#### [Data for the task]

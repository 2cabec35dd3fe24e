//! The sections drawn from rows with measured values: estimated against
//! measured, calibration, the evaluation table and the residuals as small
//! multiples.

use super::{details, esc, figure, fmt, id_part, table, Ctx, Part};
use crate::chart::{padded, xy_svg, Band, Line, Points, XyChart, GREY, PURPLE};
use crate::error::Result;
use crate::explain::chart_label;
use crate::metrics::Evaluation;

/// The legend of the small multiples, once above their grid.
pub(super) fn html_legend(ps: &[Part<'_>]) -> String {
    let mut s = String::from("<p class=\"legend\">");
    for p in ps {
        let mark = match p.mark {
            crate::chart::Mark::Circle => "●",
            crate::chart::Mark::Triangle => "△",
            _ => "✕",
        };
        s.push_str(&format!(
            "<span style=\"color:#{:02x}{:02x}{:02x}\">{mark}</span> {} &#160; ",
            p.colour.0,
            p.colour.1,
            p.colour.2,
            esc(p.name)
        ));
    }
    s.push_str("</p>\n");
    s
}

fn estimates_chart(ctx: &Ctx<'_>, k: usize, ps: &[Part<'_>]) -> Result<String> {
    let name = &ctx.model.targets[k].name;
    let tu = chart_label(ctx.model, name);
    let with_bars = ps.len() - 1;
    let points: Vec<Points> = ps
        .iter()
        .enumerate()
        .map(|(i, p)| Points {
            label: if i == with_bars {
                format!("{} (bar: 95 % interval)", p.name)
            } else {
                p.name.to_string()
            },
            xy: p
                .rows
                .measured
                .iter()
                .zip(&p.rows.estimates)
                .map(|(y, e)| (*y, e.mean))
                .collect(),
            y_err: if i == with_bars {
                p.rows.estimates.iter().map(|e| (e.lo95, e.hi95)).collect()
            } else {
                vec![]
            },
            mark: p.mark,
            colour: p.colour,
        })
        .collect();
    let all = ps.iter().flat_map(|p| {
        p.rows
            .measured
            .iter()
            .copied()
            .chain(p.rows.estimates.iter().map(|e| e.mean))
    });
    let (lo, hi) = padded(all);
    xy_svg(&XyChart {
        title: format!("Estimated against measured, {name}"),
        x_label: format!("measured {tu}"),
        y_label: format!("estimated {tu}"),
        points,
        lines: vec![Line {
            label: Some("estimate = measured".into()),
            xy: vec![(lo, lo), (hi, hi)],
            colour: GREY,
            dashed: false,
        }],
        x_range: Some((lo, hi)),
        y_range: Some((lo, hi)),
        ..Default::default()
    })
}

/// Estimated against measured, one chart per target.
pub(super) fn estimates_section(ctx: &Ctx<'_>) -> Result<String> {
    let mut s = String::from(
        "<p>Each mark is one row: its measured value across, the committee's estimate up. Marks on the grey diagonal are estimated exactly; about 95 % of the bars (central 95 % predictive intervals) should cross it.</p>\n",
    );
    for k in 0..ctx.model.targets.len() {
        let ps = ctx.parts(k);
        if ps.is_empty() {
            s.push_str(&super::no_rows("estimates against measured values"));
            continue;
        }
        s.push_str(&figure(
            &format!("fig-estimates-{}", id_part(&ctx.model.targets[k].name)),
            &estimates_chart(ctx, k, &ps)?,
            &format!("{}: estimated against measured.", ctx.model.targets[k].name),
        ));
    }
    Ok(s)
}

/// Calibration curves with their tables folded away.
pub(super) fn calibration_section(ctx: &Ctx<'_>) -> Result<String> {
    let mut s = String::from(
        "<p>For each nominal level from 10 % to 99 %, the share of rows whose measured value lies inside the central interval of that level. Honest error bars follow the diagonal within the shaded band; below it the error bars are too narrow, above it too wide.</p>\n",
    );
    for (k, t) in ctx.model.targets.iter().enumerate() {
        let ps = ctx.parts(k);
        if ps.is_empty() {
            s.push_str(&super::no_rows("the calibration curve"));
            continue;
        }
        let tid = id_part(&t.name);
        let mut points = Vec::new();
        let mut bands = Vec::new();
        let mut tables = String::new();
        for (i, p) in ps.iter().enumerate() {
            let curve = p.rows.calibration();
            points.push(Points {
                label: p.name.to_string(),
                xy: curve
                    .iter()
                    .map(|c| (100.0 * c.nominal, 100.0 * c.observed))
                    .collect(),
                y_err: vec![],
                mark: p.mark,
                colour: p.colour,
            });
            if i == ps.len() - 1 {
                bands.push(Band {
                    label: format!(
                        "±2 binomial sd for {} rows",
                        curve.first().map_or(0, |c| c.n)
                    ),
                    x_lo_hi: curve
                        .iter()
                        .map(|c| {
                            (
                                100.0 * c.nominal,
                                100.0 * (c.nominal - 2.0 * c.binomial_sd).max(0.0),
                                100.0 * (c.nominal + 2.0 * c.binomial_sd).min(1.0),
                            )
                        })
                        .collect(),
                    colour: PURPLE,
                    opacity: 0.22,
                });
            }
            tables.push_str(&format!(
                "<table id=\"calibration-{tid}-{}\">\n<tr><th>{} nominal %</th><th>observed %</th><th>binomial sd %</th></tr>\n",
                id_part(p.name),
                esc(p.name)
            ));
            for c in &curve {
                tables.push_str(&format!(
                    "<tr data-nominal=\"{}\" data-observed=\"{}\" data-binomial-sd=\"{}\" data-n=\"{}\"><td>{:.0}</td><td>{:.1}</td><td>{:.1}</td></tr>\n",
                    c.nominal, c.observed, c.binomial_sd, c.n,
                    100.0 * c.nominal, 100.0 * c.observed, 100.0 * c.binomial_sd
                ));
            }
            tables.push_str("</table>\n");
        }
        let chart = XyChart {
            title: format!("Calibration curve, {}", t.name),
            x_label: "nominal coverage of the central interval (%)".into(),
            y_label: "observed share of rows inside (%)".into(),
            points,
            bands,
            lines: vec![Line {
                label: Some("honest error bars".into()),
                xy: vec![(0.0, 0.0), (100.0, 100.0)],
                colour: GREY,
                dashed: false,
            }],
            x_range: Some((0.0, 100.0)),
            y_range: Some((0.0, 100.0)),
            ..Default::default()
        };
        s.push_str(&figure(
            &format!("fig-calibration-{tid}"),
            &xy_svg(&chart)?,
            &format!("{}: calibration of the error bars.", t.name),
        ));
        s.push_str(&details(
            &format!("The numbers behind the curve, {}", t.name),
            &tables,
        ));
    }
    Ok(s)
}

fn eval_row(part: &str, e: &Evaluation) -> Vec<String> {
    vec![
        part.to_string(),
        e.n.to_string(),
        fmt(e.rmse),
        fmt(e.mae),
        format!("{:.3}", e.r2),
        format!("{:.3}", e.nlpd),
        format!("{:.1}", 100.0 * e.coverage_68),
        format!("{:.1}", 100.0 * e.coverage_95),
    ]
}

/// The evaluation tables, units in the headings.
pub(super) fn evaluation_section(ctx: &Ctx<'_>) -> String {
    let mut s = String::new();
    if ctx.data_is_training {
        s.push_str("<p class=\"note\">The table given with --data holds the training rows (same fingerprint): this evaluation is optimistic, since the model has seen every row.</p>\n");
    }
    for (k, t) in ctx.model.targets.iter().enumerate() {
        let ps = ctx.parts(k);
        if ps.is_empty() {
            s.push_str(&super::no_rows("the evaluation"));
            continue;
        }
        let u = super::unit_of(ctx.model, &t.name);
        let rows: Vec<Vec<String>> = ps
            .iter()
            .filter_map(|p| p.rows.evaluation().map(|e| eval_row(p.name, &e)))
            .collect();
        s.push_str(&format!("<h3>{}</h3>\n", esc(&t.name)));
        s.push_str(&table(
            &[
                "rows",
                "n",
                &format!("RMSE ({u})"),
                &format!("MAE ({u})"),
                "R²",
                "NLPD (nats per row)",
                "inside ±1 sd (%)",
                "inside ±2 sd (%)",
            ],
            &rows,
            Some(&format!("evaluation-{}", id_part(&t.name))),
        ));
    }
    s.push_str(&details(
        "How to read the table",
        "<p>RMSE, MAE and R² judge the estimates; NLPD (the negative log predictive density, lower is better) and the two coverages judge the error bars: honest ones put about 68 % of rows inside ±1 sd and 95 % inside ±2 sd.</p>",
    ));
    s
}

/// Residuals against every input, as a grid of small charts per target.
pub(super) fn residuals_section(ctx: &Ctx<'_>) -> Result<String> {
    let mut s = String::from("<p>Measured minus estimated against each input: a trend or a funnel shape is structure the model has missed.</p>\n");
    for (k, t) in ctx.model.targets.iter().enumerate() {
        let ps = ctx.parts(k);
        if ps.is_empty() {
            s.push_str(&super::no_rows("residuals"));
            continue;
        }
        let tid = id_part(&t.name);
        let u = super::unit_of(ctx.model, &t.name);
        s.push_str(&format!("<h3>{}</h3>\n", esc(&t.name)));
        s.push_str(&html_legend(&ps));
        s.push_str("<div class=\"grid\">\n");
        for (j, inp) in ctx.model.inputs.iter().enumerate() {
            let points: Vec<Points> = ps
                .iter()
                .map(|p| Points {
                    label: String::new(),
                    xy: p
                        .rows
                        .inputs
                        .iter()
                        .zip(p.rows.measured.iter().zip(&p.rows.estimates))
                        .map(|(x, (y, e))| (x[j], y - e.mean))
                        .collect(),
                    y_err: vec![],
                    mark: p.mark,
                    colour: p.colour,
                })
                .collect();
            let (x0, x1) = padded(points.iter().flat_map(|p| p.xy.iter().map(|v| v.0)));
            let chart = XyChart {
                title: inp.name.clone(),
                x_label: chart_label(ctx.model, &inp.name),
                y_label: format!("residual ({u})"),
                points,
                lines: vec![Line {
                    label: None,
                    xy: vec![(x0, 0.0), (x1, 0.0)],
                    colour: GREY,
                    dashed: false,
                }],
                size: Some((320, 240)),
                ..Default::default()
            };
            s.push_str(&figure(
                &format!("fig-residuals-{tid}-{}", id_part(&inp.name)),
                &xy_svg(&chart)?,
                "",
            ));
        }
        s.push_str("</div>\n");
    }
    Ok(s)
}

#### [Work to complete]
Could you work out how many lines in the material contain "targets"? Reply with only that number.

#### [Exercise output]
7